Les leçons de l’échec du modèle américain de vivre-ensemble

La réélection de Donald Trump à la tête des États-Unis et ses politiques concernant l’immigration et les minorités mettent en lumière un modèle américain de vivre-ensemble brisé. Les décrets présidentiels qui remettent en question le droit d’asile et le droit du sol envoient un message préoccupant. Les divisions quasi insolubles de nos voisins sur la définition de leurs valeurs communes et de leur communauté nationale doivent servir de mise en garde pour le Québec : une société ouverte et accueillante exige un engagement soutenu de l’État.
Même si l’histoire des États-Unis est marquée par des épisodes violents, comme l’esclavage, elle ne se résume pas qu’à de sombres chapitres. Le pays a aussi connu un renouveau, marqué par le projet égalitaire et d’ouverture de la Great Society de Lyndon B. Johnson, ainsi qu’une longue tradition favorable à l’immigration. Même le président Ronald Reagan, au début des années 1980, soulignait l’importance d’accueillir les personnes fuyant l’oppression et demandait la légalisation du statut de millions de sans-papiers.
La première présidence de Donald Trump, dès 2016, marque un tournant critique. Exploitant les algorithmes et les réseaux sociaux, il a légitimé les peurs, les frustrations et les méfiances d’une partie de la population, notamment la majorité blanche et chrétienne. Plutôt que de rassembler autour d’une vision positive du « rêve américain », Trump a imposé un projet réactionnaire et diviseur, définissant la « vraie » Amérique comme celle de ses partisans.
Sa fierté nationale repose sur une vision idéalisée et fictive d’une Amérique prétendument grande, expurgée de ses pages sombres, et exclut des groupes comme les immigrants latinos, les minorités sexuelles ou les élites libérales. Bien que tous ses électeurs de 2024 ne partagent pas nécessairement cette vision, Trump a su exploiter leurs inquiétudes, notamment face à l’immigration irrégulière et à la dégradation des conditions de vie.
Le discours et les politiques du président mettent en cause le modèle américain de vivre-ensemble, souvent qualifié de « melting-pot », où des individus aux origines ethniques, culturelles et religieuses différentes se fondent dans une société unifiée en embrassant une identité nationale commune. La division et la polarisation y atteignent des sommets inédits, tandis que des groupes comme les latinos d’immigration récente vivent dans un climat de peur, redoutant une politique massive et arbitraire d’expulsion.
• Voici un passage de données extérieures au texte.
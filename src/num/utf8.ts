/**
 * Is this file UTF-8 text? Plant files and logs are read as UTF-8 and nothing else: a file in a
 * legacy code page (Latin-1, Windows-1252) decoded as UTF-8 silently turns its accented letters
 * into U+FFFD, and a later save would write those replacement characters back. Checking the
 * bytes first lets the reader refuse the file with the position of the first bad byte instead.
 */

/** Where and why bytes are not UTF-8 text. */
export interface EncodingProblem {
  /** Byte offset of the first offending byte. */
  offset: number;
  /** 1-based line (counting LF bytes before the offset). */
  line: number;
  /** 1-based column, in characters of the (valid) text before the offset on that line. */
  column: number;
  message: string;
}

/**
 * The first reason `bytes` are not UTF-8 text, or null. A UTF-8 byte-order mark is fine (the
 * caller keeps or drops it); a UTF-16 one is reported as such. Validation follows RFC 3629: no
 * overlong forms, no surrogates, nothing above U+10FFFF.
 */
export function findEncodingProblem(bytes: Uint8Array): EncodingProblem | null {
  const b = bytes;
  if (b.length >= 2 && ((b[0] === 0xff && b[1] === 0xfe) || (b[0] === 0xfe && b[1] === 0xff))) {
    const order = b[0] === 0xff ? 'FF FE, little-endian' : 'FE FF, big-endian';
    return { offset: 0, line: 1, column: 1, message: `the file is UTF-16 (byte-order mark ${order}); save it as UTF-8` };
  }
  const start = b.length >= 3 && b[0] === 0xef && b[1] === 0xbb && b[2] === 0xbf ? 3 : 0;
  const bad = firstInvalidUtf8(b, start);
  if (bad < 0) return null;
  let line = 1;
  let lineStart = start;
  for (let i = start; i < bad; i++) {
    if (b[i] === 0x0a) {
      line++;
      lineStart = i + 1;
    }
  }
  const column = new TextDecoder('utf-8').decode(b.subarray(lineStart, bad)).length + 1;
  const hex = b[bad].toString(16).toUpperCase().padStart(2, '0');
  return { offset: bad, line, column, message: `invalid UTF-8 (byte 0x${hex}); save the file as UTF-8` };
}

/** Offset of the first byte that breaks UTF-8 at or after `start`, or −1. */
function firstInvalidUtf8(b: Uint8Array, start: number): number {
  const n = b.length;
  let i = start;
  while (i < n) {
    const c = b[i];
    if (c < 0x80) {
      i++;
      continue;
    }
    let need: number;
    let min: number;
    if (c >= 0xc2 && c <= 0xdf) {
      need = 1;
      min = 0x80;
    } else if (c >= 0xe0 && c <= 0xef) {
      need = 2;
      min = 0x800;
    } else if (c >= 0xf0 && c <= 0xf4) {
      need = 3;
      min = 0x10000;
    } else return i;
    if (i + need >= n) return i;
    let cp = c & (need === 1 ? 0x1f : need === 2 ? 0x0f : 0x07);
    for (let k = 1; k <= need; k++) {
      const cc = b[i + k];
      if (cc === undefined || (cc & 0xc0) !== 0x80) return i;
      cp = (cp << 6) | (cc & 0x3f);
    }
    if (cp < min || cp > 0x10ffff || (cp >= 0xd800 && cp <= 0xdfff)) return i;
    i += need + 1;
  }
  return -1;
}
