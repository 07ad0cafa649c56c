/**
 * The generator's stream did not change when its state moved into an Int32Array (a speed-up of
 * the per-sample sensor noise): compared draw by draw, bit for bit, with the implementation as
 * first written (test/sim/rng-reference.ts), over mixed draw kinds, seeds at the edges of the
 * 32-bit range, negative and fractional seeds, and a reseed.
 */
import { describe, expect, it } from 'vitest';
import { Rng } from '../../src/num/index.js';
import { ReferenceRng } from './rng-reference.js';

describe('Rng stream', () => {
  it('equals the reference implementation draw for draw (uint32, float, Gaussian interleaved)', () => {
    for (const seed of [0, 1, 7, 42.9, -5, 123456789, 2 ** 31, 2 ** 32 - 1, 2 ** 40 + 3]) {
      const a = new Rng(seed);
      const b = new ReferenceRng(seed);
      for (let i = 0; i < 30000; i++) {
        const k = i % 5;
        const x = k === 0 ? a.nextUint32() : k === 1 ? a.nextFloat() : a.nextGaussian();
        const y = k === 0 ? b.nextUint32() : k === 1 ? b.nextFloat() : b.nextGaussian();
        if (!Object.is(x, y)) expect.fail(`seed ${seed}, draw ${i}: ${x} vs ${y}`);
      }
    }
  });

  it('reseed restarts the stream as a new generator would', () => {
    const a = new Rng(3);
    for (let i = 0; i < 17; i++) a.nextGaussian();
    a.reseed(9);
    const b = new ReferenceRng(9);
    for (let i = 0; i < 1000; i++) expect(a.nextGaussian()).toBe(b.nextGaussian());
  });
});
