import { describe, it, expect } from 'vitest';
import { loadPlant, compilePlant } from '../../src/model/index.js';
import { runTrial } from '../../src/sim/index.js';
import { buildController } from '../../src/control/index.js';

function run(yaml: string) {
  const { plant } = loadPlant(yaml, 'inline.yaml');
  if (!plant) throw new Error('fixture must load');
  const dyn = compilePlant(plant);
  const ctl = buildController(plant.loop.controller, plant.loop.sampleTime);
  return runTrial(dyn, ctl, { ...plant.loop, actuator: plant.actuator, sensor: plant.sensor, step: plant.loop.step ?? 0 }, plant.loop.trial);
}

const plantWith = (model: string, initialOutput: string) => `
name: steady start
model: ${model}
loop:
  sample_time: 0.1 s
  controller: { structure: pi, kc: 0, ti: 10 s }
  trial: { duration: 20 s, ${initialOutput} }
`;

describe('linear plants with an initial output start in steady state', () => {
  it('first_order K = 2.5 held at u0 = 0.4 sits at y = K u0 = 1 for the whole trial (kc = 0)', () => {
    const r = run(plantWith('{ type: first_order, gain: 2.5, time_constant: 3 s, delay: 1 s }', 'initial_output: 0.4'));
    for (let i = 0; i < r.trace.length; i++) expect(r.trace.y[i]).toBeCloseTo(1, 12);
  });
  it('without an initial output the plant starts at rest', () => {
    const r = run(plantWith('{ type: first_order, gain: 2.5, time_constant: 3 s }', 'initial_setpoint: 0'));
    expect(r.trace.y[0]).toBe(0);
  });
  it('an integrating plant (singular A) starts at rest and ramps at gain * u0', () => {
    const r = run(plantWith('{ type: integrating, gain: 0.5, delay: 0 s }', 'initial_output: 0.2'));
    expect(r.trace.y[0]).toBe(0);
    // dy/dt = 0.5 * 0.2 = 0.1 per second: y(20 s) = 2 (exact for a pure integrator under RK4)
    expect(r.trace.y[r.trace.length - 1]).toBeCloseTo(2, 9);
  });
});
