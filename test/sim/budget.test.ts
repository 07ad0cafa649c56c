/**
 * The resource budget (sim/budget.ts) and delay lines sized to the run (delay-line.ts
 * usableDelay). The figures are counts and byte sizes worked out by hand from the layout of
 * sim/trace.ts (six double channels, one per disturbance, one saturation byte per row): identity
 * checks, no outside source needed.
 */
import { readdirSync, readFileSync } from 'node:fs';
import { describe, expect, it } from 'vitest';
import { compilePlant, loadPlant } from '../../src/model/index.js';
import { fileController } from '../../src/tune/index.js';
import { buildLoop } from '../../src/loop/index.js';
import {
  checkBudget,
  DEFAULT_BUDGET,
  estimateBudget,
  plantBudget,
  runTrial,
  type RunSize,
} from '../../src/sim/index.js';

const base: RunSize = { duration: 60, sampleTime: 0.5, step: 0.05, inputDelay: 3, sensorDelay: 0, states: 2, disturbances: 1 };

describe('estimateBudget', () => {
  it('counts rows, steps and bytes as the engine allocates them', () => {
    const e = estimateBudget(base);
    expect(e.rows).toBe(121); // ceil(60 / 0.5) + 1
    expect(e.substeps).toBe(10);
    expect(e.integrationSteps).toBe(1200);
    expect(e.traceBytes).toBe(121 * (8 * 7 + 1));
    expect(e.delayEntries).toBe(Math.floor(3 / 0.05) + 2);
    expect(e.delayBytes).toBe(8 * 62);
    expect(e.phaseTurns).toBeCloseTo(3, 12); // 3 s / (2 x 0.5 s)
    expect(estimateBudget({ ...base, runs: 7 }).integrationSteps).toBe(8400);
  });

  it('a delay line holds at most the run plus two samples (bounded), the whole delay when unbounded', () => {
    const long = { ...base, inputDelay: 1e8 };
    expect(estimateBudget(long).delayEntries).toBe(Math.floor((60 + 1) / 0.05) + 2);
    expect(estimateBudget({ ...long, bounded: false }).delayEntries).toBe(Math.floor(1e8 / 0.05) + 2);
  });
});

describe('checkBudget', () => {
  it('passes a small run, and blames the quantity to change for each excess', () => {
    expect(checkBudget(base)).toEqual([]);
    // Both the step count and the trace bytes are over: each names the duration.
    expect(checkBudget({ ...base, duration: 1e8 }).map((x) => x.cause)).toEqual(['duration', 'duration']);
    expect(checkBudget({ ...base, sampleTime: 1e-6, step: 1e-6 }).map((x) => x.cause)).toContain('sample_time');
    expect(checkBudget({ ...base, step: 1e-7 }).map((x) => x.cause)).toEqual(['step']);
    // Chosen (not written) step: the sample time is blamed instead.
    expect(checkBudget({ ...base, step: 1e-7 }, DEFAULT_BUDGET, false).map((x) => x.cause)).toEqual(['sample_time']);
    expect(checkBudget({ ...base, runs: 1e6 }).map((x) => x.cause)).toEqual(['runs']);
    expect(checkBudget({ ...base, inputDelay: 1e7 }).map((x) => x.cause)).toEqual(['input_delay']);
    expect(checkBudget({ ...base, inputDelay: 1e7, frequencyAnalysis: false })).toEqual([]);
  });

  it('lifted (null limits) only the hard limits remain', () => {
    const over = { ...base, duration: 1e8 };
    expect(checkBudget(over).every((x) => !x.hard)).toBe(true);
    expect(checkBudget(over, null)).toEqual([]);
    const impossible = { ...base, sampleTime: 1e-6, step: 1e-9, duration: 1e8 };
    const hard = checkBudget(impossible, null);
    expect(hard.length).toBeGreaterThan(0);
    expect(hard.every((x) => x.hard)).toBe(true);
  });
});

describe('the bundled plants are far inside the default budget', () => {
  const dir = new URL('../../plants/', import.meta.url);
  for (const f of readdirSync(dir).filter((n) => n.endsWith('.yaml'))) {
    it(f, () => {
      const text = readFileSync(new URL(f, dir), 'utf8');
      const plant = loadPlant(text, f).plant!;
      // The suggest rule list with a 100-sample sweep still fits.
      expect(plantBudget(plant, buildLoop(plant), text, f, { runs: 30 * 101 })).toEqual([]);
    });
  }
});

describe('delay lines sized to the run', () => {
  const text = (delay: string): string => `name: d
model: { type: first_order, gain: 2, time_constant: 10 s, delay: ${delay} }
actuator: { min: 0, max: 100 }
loop:
  sample_time: 0.5 s
  step: 0.01 s
  controller: { structure: pi, form: ideal, kc: 1, ti: 10 s }
  trial: { duration: 60 s, events: [ { at: 1 s, setpoint: 1 } ] }
`;
  const trial = (delay: string) => {
    const plant = loadPlant(text(delay), 'd.yaml').plant!;
    const dyn = compilePlant(plant);
    const loop = plant.loop;
    return runTrial(dyn, fileController(plant, dyn), { actuator: plant.actuator, sensor: plant.sensor, sampleTime: 0.5, step: 0.01, integrator: loop.integrator }, loop.trial);
  };

  it('a delay of 1e8 s on a 60 s trial gives the trace of any delay past the end (61.5 s), bit for bit', () => {
    const far = trial('1e8');
    const near = trial('61.5');
    expect(far.status).toBe('ok');
    expect(Array.from(far.trace.y)).toEqual(Array.from(near.trace.y));
    expect(Array.from(far.trace.u)).toEqual(Array.from(near.trace.u));
  });

  it('a delay inside the trial is unchanged by the sizing (the output moves after it)', () => {
    const r = trial('20');
    const y = r.trace.y;
    // The step at 1 s reaches the output 20 s later: flat until t = 21 s, moving after.
    expect(y[Math.round(20.5 / 0.5)]).toBe(y[0]);
    expect(y[Math.round(30 / 0.5)]).not.toBe(y[0]);
  });
});

describe('one start for the budget and the run', () => {
  // dx/dt = 0.1 - u x: the fastest mode is u itself, so the step chosen at the settled start
  // (u = 0.1 / 0.01 = 10, 40 RK4 steps per 1 s sample at h rho = 0.25) is not the step at u = 0
  // (no mode, one step per sample). The run starts settled at the initial setpoint.
  const text = `name: mode set by the input
model:
  type: ode
  states: { x: { initial: 0.01 } }
  input: u
  derivatives: { x: 0.1 - u*x }
  output: x
actuator: { min: 0, max: 100 }
loop:
  sample_time: 1 s
  controller: { structure: pi, form: ideal, kc: 1, ti: 10 s }
  trial: { duration: 100 s, initial_setpoint: 0.01, events: [ { at: 10 s, setpoint: 0.012 } ] }
`;
  const plant = loadPlant(text, 'mode.yaml').plant!;
  const built = buildLoop(plant);
  const run = runTrial(built.dynamics, built.controller(), built.config, built.trial);
  const limits = (steps: number) => ({ ...DEFAULT_BUDGET, integrationSteps: steps });

  it('counts the integration steps the run takes', () => {
    expect(built.start.how).toBe('settled');
    expect(run.steps).toBe(100 * 40);
    expect(plantBudget(plant, built, text, 'mode.yaml', { limits: limits(run.steps) })).toEqual([]);
    const over = plantBudget(plant, built, text, 'mode.yaml', { limits: limits(run.steps - 1) });
    expect(over.map((r) => r.message).join('\n')).toMatch(/4000 integration steps/);
  });
});
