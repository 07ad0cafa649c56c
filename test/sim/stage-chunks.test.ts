/**
 * The split step (stage-chunks.ts) against the inline one: the claim is BIT-IDENTICAL results
 * (compared with Object.is), because the split form repeats the inline step's floating-point
 * operations in the same order and only holds the numbers in arrays instead of locals. Plants:
 * the hand-built ones of hand-plants.ts (a nonlinear tank, a second order with parameters
 * divided by, the 4-lag chain) and long chains, every integrator, with and without per-step input
 * and output sequences.
 */
import { describe, expect, it } from 'vitest';
import type { IntegratorName } from '../../src/model/types.js';
import { PidController } from '../../src/control/index.js';
import { batchSource, batchWidthFor, generateStepper, runTrial, runTrialBatch, stepperSource, type BatchMember, type PlantDynamics, type TrialResult } from '../../src/sim/index.js';
import { chunkSources, SPLIT_STEP_CHARS, splitStep } from '../../src/sim/stage-chunks.js';
import * as H from './hand-plants.js';
import { loopConfig, trial } from './loops.js';

const INTEGRATORS: IntegratorName[] = ['rk4', 'heun', 'euler'];

/** A chain whose lags all differ (a literal rate per state), so no two expressions repeat. */
function variedChain(n: number): PlantDynamics {
  const base = H.chainPlant(n, 1, 0.5);
  const rate = (i: number): number => 1 + i / 97;
  const derivSource = base.derivSource.map((src, i) => `${rate(i)} * ${src}`);
  return {
    ...base,
    derivSource,
    deriv: (t, x, u, d, p, dx) => {
      base.deriv(t, x, u, d, p, dx);
      for (let i = 0; i < n; i++) dx[i] *= rate(i);
    },
  };
}

/** Run `steps` steps in calls of `perCall` with both forms; the first differing number, or null. */
function compare(plant: PlantDynamics, integrator: IntegratorName, seq: boolean, steps: number, perCall: number): string | null {
  const opts = { inputSequence: seq, outputSequence: seq };
  const inline = generateStepper(plant, integrator, { ...opts, split: false });
  const split = generateStepper(plant, integrator, { ...opts, split: true });
  const xa = Float64Array.from(plant.x0);
  const xb = Float64Array.from(plant.x0);
  const us = Float64Array.from({ length: perCall }, (_v, i) => 0.3 + 0.05 * Math.sin(i));
  const ya = new Float64Array(perCall);
  const yb = new Float64Array(perCall);
  const d = Float64Array.from(plant.d0, (v, k) => v + 0.01 * (k + 1));
  for (let t = 0; t < steps; t += perCall) {
    inline(xa, plant.params, d, 0.4, us, 0, ya, 0, t * 0.01, 0.01, perCall);
    split(xb, plant.params, d, 0.4, us, 0, yb, 0, t * 0.01, 0.01, perCall);
    for (let i = 0; i < xa.length; i++) if (!Object.is(xa[i], xb[i])) return `x[${i}] ${xa[i]} vs ${xb[i]} after ${t + perCall} steps`;
    for (let i = 0; i < ya.length; i++) if (!Object.is(ya[i], yb[i])) return `y[${i}] ${ya[i]} vs ${yb[i]}`;
  }
  return null;
}

describe('split integration step', () => {
  const plants: [string, PlantDynamics][] = [
    ['tank', H.tank(0.5)],
    ['second order', H.secondOrder(2, 0.7, 0.3)],
    ['chain4', H.chain4(1.5, 2)],
    ['chain of 40', H.chainPlant(40, 1.2, 0.3)],
  ];
  for (const [name, plant] of plants) {
    for (const integrator of INTEGRATORS) {
      for (const seq of [false, true]) {
        it(`${name}, ${integrator}${seq ? ', input and output sequences' : ''}: bit-identical to the inline step`, () => {
          expect(compare(plant, integrator, seq, 600, 50)).toBeNull();
        });
      }
    }
  }

  it('a 300-state chain is split by default; its repeated expression runs as one loop', () => {
    const plant = H.chainPlant(300, 1, 0.5);
    expect(splitStep(plant.derivSource, 4)).toBe(true);
    expect(stepperSource(plant, 'rk4')).toContain('$C[');
    const src = chunkSources('rk4', plant.derivSource, { np: 2, nl: 0, nd: 1 });
    expect(src[0]).toHaveLength(1);
    expect(src[0][0]).toContain('for (let $i = 1; $i < 300; $i++)');
    expect(compare(plant, 'rk4', false, 200, 100)).toBeNull();
    expect(compare(plant, 'rk4', true, 200, 100)).toBeNull();
  });

  it('300 states with different expressions: several chunks, written out, bit-identical', () => {
    const plant = variedChain(300);
    const src = chunkSources('rk4', plant.derivSource, { np: 2, nl: 0, nd: 1 });
    expect(src[0].length).toBeGreaterThan(2);
    expect(src[0].join('')).not.toContain('for (');
    for (const integrator of INTEGRATORS) {
      expect(compare(plant, integrator, false, 200, 100)).toBeNull();
      expect(compare(plant, integrator, true, 200, 100)).toBeNull();
    }
  });

  it('small plants keep the inline step (their generated code is unchanged)', () => {
    for (const [, plant] of plants) {
      expect(splitStep(plant.derivSource, 4)).toBe(false);
      expect(stepperSource(plant, 'rk4')).not.toContain('$C[');
    }
    expect(SPLIT_STEP_CHARS).toBeGreaterThan(0);
  });

  it('the split 300-state chain settles to its steady state K·u (the chain passes the step through)', () => {
    // Identity: at steady state every lag's output equals its input, so x_n = K (u + load).
    const plant = H.chainPlant(300, 2, 0.05);
    const step = generateStepper(plant, 'rk4');
    const x = new Float64Array(300);
    const e = new Float64Array(0);
    step(x, plant.params, plant.d0, 0.5, e, 0, e, 0, 0, 0.01, 20000);
    expect(x[299]).toBeCloseTo(1, 12);
  });
});

/** First differing trace value of two results (null = bit-identical). */
function traceDifference(a: TrialResult, b: TrialResult): string | null {
  if (a.status !== b.status || a.steps !== b.steps || a.trace.length !== b.trace.length) return `${a.status}/${a.steps} vs ${b.status}/${b.steps}`;
  for (const ch of ['y', 'ym', 'uc', 'u', 'sat'] as const) {
    for (let i = 0; i < a.trace.length; i++) if (!Object.is(a.trace[ch][i], b.trace[ch][i])) return `${ch}[${i}] ${a.trace[ch][i]} vs ${b.trace[ch][i]}`;
  }
  return null;
}

describe('large plants in the batch runner', () => {
  const members = (plant: PlantDynamics, ts: number, extra: Parameters<typeof loopConfig>[2]): BatchMember[] =>
    [0.2, 0.3, 0.4].map((kc) => ({
      plant,
      controller: new PidController({ kc, ti: 20, td: 0, n: 10, b: 1, c: 0, antiWindup: 'clamp', trackingTime: NaN }, { sampleTime: ts, outputMin: 0, outputMax: 2 }),
      loop: loopConfig(ts, 0.05, extra),
    }));
  const run = (ms: BatchMember[], tr: ReturnType<typeof trial>): (string | null)[] => {
    const batch = runTrialBatch(ms, tr);
    expect(batch.batched.every(Boolean)).toBe(true);
    return ms.map((m, i) => traceDifference(batch.results[i], runTrial(m.plant, m.controller, m.loop, tr)));
  };
  const steps = trial(30, [{ kind: 'setpoint', at: 1, value: 1 }, { kind: 'disturbance', at: 12, name: 'load', value: 0.2 }], 0, null);

  it('a 200-state chain with rate limit, sensor delay and filter: split batch body, bit-identical to runTrial', () => {
    const plant = { ...H.chainPlant(200, 1, 0.05), inputDelay: 0.3 };
    const ms = members(plant, 1, { actuator: { rateLimit: 0.5 }, sensor: { delay: 0.5, filterTime: 2 } });
    expect(batchSource(plant, 'rk4', { width: 3, inputDelay: true, sensorDelay: true, filtered: true, noisy: false, quantised: false, rateLimited: true, ranged: false, valve: { sticky: false, lagged: false, characteristic: 'linear' }, antiWindup: 'clamp' })).toContain('$C[');
    expect(run(ms, steps)).toEqual([null, null, null]);
  });

  it('a 48-state chain: fewer copies per function (batchWidthFor), still bit-identical to runTrial', () => {
    const plant = H.chainPlant(48, 1, 0.2);
    expect(batchWidthFor(plant, 'rk4', 4)).toBeLessThan(4);
    expect(batchWidthFor(H.chain4(), 'rk4', 4)).toBe(4);
    expect(run(members(plant, 1, {}), steps)).toEqual([null, null, null]);
  });
});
Comme l’a noté le sociologue Gérard Bouchard, l’imaginaire national des États-Unis, l’« American Dream », est en crise. Sans vision commune capable de rassembler au-delà des clivages politiques et identitaires, comment bâtir une démocratie robuste, surtout lorsque les adversaires politiques de Trump sont décrits comme des ennemis intérieurs ?
Un avertissement pour le Québec
Les bouleversements sociaux et politiques observés au sud de la frontière représentent un risque réel de contagion pour le Canada et le Québec. Même si ce dernier reste une société démocratique caractérisée par une cohésion sociale forte, une confiance envers ses institutions, une sécurité publique appréciable, un espace médiatique diversifié et une relative égalité socio-économique, il est sujet à des tensions semblables à celles des États-Unis. Une crise du coût de la vie et de l’accès au logement, une immigration en hausse, des questionnements identitaires ainsi que la polarisation amplifiée par les médias sociaux alimentent les tensions.
En tant que petite nation, l’État québécois a historiquement cherché à concilier les aspirations de sa majorité canadienne-française avec celles de ses minorités ethnoculturelles. Depuis la fin des années 1960, il a élaboré un modèle de vivre-ensemble pluraliste, adapté à sa réalité démographique et linguistique, s’appuyant sur des textes fondamentaux, comme la Charte des droits et libertés de la personne et la Charte de la langue française.
Ce modèle reconnaît l’apport d’une immigration régulée et planifiée au développement économique, ainsi qu’à l’enrichissement culturel et social du Québec. Bien qu’il suscite parfois des critiques, il propose une vision égalitaire et rassembleuse de la nation québécoise, fondée sur des valeurs communes telles que la démocratie, la primauté du français et l’égalité entre les hommes et les femmes.
Pour préserver l’équilibre, il faut valoriser ce qui nous unit, reconnaître nos différences, célébrer notre histoire — même ses zones d’ombre — et promouvoir un discours inclusif sur l’immigration. Le Québec doit éviter une politique de division qui fragiliserait son modèle de vivre-ensemble. L’avenir de notre démocratie repose sur la capacité des décideurs politiques à dépasser les clivages identitaires pour renforcer les valeurs communes qui unissent notre société.